### [Problem details]
Output each entry verbatim.

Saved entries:
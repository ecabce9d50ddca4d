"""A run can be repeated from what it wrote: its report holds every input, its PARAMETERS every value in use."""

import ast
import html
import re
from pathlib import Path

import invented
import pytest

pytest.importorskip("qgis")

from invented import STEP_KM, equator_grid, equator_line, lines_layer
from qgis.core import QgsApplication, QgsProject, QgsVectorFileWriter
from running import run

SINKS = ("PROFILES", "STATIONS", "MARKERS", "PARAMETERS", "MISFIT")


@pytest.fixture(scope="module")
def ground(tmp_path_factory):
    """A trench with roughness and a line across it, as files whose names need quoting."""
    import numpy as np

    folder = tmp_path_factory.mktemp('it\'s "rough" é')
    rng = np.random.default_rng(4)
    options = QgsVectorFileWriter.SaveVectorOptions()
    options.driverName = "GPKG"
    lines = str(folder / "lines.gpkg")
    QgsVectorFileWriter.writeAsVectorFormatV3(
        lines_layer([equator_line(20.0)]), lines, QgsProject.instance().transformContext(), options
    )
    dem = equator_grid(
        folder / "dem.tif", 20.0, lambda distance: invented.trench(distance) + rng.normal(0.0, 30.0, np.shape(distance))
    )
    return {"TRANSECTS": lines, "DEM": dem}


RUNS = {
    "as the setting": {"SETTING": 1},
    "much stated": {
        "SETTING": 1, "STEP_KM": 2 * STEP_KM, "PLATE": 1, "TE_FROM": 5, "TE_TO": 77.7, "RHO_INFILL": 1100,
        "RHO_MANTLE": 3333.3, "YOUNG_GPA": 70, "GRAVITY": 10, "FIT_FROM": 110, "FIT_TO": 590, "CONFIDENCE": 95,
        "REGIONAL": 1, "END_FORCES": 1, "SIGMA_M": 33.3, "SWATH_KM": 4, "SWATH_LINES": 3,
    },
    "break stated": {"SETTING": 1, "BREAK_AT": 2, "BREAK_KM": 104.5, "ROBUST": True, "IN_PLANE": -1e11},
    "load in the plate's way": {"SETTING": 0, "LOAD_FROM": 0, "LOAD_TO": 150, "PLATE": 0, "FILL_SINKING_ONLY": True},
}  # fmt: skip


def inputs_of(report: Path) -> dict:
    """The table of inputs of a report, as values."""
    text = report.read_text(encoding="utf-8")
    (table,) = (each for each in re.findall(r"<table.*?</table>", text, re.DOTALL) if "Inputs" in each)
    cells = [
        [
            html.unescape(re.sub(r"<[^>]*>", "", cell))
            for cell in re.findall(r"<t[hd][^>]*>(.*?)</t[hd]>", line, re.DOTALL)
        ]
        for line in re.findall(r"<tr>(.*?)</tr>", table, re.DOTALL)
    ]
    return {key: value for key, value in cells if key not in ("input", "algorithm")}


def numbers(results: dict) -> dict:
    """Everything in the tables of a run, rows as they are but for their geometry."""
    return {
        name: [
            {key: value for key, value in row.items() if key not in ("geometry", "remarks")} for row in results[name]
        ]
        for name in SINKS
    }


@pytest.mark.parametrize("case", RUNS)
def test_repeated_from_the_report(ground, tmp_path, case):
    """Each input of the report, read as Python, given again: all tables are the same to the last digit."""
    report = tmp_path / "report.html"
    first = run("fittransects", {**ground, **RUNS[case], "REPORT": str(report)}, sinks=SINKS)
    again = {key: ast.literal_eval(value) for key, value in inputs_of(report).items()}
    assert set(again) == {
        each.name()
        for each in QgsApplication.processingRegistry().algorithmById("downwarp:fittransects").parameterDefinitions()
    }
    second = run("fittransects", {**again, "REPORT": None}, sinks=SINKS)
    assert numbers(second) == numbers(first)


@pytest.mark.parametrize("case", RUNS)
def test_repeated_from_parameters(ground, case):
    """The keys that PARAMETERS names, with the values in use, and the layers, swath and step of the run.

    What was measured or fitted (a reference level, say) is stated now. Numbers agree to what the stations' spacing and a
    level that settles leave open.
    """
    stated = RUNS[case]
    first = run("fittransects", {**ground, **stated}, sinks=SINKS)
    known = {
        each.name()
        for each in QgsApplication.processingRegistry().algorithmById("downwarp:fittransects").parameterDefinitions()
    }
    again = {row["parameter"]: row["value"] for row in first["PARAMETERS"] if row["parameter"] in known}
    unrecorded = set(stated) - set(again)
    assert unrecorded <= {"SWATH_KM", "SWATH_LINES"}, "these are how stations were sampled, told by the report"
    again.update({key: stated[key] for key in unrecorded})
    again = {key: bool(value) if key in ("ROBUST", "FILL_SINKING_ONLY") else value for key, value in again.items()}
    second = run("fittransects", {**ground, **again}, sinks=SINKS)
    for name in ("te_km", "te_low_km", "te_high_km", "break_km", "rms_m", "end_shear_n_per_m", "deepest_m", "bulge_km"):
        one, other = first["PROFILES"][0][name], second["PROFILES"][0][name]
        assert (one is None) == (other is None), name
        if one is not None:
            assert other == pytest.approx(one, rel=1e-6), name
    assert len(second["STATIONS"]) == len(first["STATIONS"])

### [Task response]
repository ecabce9d50ddca4d
"""A run can be repeated from what it wrote: its report holds every input, its PARAMETERS every value in use."""

import ast
import html
import re
from pathlib import Path

import invented
import pytest

pytest.importorskip("qgis")

from invented import STEP_KM, equator_grid, equator_line, lines_layer
from qgis.core import QgsApplication, QgsProject, QgsVectorFileWriter
from running import run

SINKS = ("PROFILES", "STATIONS", "MARKERS", "PARAMETERS", "MISFIT")


@pytest.fixture(scope="module")
def ground(tmp_path_factory):
    """A trench with roughness and a line across it, as files whose names need quoting."""
    import numpy as np

    folder = tmp_path_factory.mktemp('it\'s "rough" é')
    rng = np.random.default_rng(4)
    options = QgsVectorFileWriter.SaveVectorOptions()
    options.driverName = "GPKG"
    lines = str(folder / "lines.gpkg")
    QgsVectorFileWriter.writeAsVectorFormatV3(
        lines_layer([equator_line(20.0)]), lines, QgsProject.instance().transformContext(), options
    )
    dem = equator_grid(
        folder / "dem.tif", 20.0, lambda distance: invented.trench(distance) + rng.normal(0.0, 30.0, np.shape(distance))
    )
    return {"TRANSECTS": lines, "DEM": dem}


RUNS = {
    "as the setting": {"SETTING": 1},
    "much stated": {
        "SETTING": 1, "STEP_KM": 2 * STEP_KM, "PLATE": 1, "TE_FROM": 5, "TE_TO": 77.7, "RHO_INFILL": 1100,
        "RHO_MANTLE": 3333.3, "YOUNG_GPA": 70, "GRAVITY": 10, "FIT_FROM": 110, "FIT_TO": 590, "CONFIDENCE": 95,
        "REGIONAL": 1, "END_FORCES": 1, "SIGMA_M": 33.3, "SWATH_KM": 4, "SWATH_LINES": 3,
    },
    "break stated": {"SETTING": 1, "BREAK_AT": 2, "BREAK_KM": 104.5, "ROBUST": True, "IN_PLANE": -1e11},
    "load in the plate's way": {"SETTING": 0, "LOAD_FROM": 0, "LOAD_TO": 150, "PLATE": 0, "FILL_SINKING_ONLY": True},
}  # fmt: skip


def inputs_of(report: Path) -> dict:
    """The table of inputs of a report, as values."""
    text = report.read_text(encoding="utf-8")
    (table,) = (each for each in re.findall(r"<table.*?</table>", text, re.DOTALL) if "Inputs" in each)
    cells = [
        [
            html.unescape(re.sub(r"<[^>]*>", "", cell))
            for cell in re.findall(r"<t[hd][^>]*>(.*?)</t[hd]>", line, re.DOTALL)
        ]
        for line in re.findall(r"<tr>(.*?)</tr>", table, re.DOTALL)
    ]
    return {key: value for key, value in cells if key not in ("input", "algorithm")}


def numbers(results: dict) -> dict:
    """Everything in the tables of a run, rows as they are but for their geometry."""
    return {
        name: [
            {key: value for key, value in row.items() if key not in ("geometry", "remarks")} for row in results[name]
        ]
        for name in SINKS
    }


@pytest.mark.parametrize("case", RUNS)
def test_repeated_from_the_report(ground, tmp_path, case):
    """Each input of the report, read as Python, given again: all tables are the same to the last digit."""
    report = tmp_path / "report.html"
    first = run("fittransects", {**ground, **RUNS[case], "REPORT": str(report)}, sinks=SINKS)
    again = {key: ast.literal_eval(value) for key, value in inputs_of(report).items()}
    assert set(again) == {
        each.name()
        for each in QgsApplication.processingRegistry().algorithmById("downwarp:fittransects").parameterDefinitions()
    }
    second = run("fittransects", {**again, "REPORT": None}, sinks=SINKS)
    assert numbers(second) == numbers(first)


@pytest.mark.parametrize("case", RUNS)
def test_repeated_from_parameters(ground, case):
    """The keys that PARAMETERS names, with the values in use, and the layers, swath and step of the run.

    What was measured or fitted (a reference level, say) is stated now. Numbers agree to what the stations' spacing and a
    level that settles leave open.
    """
    stated = RUNS[case]
    first = run("fittransects", {**ground, **stated}, sinks=SINKS)
    known = {
        each.name()
        for each in QgsApplication.processingRegistry().algorithmById("downwarp:fittransects").parameterDefinitions()
    }
    again = {row["parameter"]: row["value"] for row in first["PARAMETERS"] if row["parameter"] in known}
    unrecorded = set(stated) - set(again)
    assert unrecorded <= {"SWATH_KM", "SWATH_LINES"}, "these are how stations were sampled, told by the report"
    again.update({key: stated[key] for key in unrecorded})
    again = {key: bool(value) if key in ("ROBUST", "FILL_SINKING_ONLY") else value for key, value in again.items()}
    second = run("fittransects", {**ground, **again}, sinks=SINKS)
    for name in ("te_km", "te_low_km", "te_high_km", "break_km", "rms_m", "end_shear_n_per_m", "deepest_m", "bulge_km"):
        one, other = first["PROFILES"][0][name], second["PROFILES"][0][name]
        assert (one is None) == (other is None), name
        if one is not None:
            assert other == pytest.approx(one, rel=1e-6), name
    assert len(second["STATIONS"]) == len(first["STATIONS"])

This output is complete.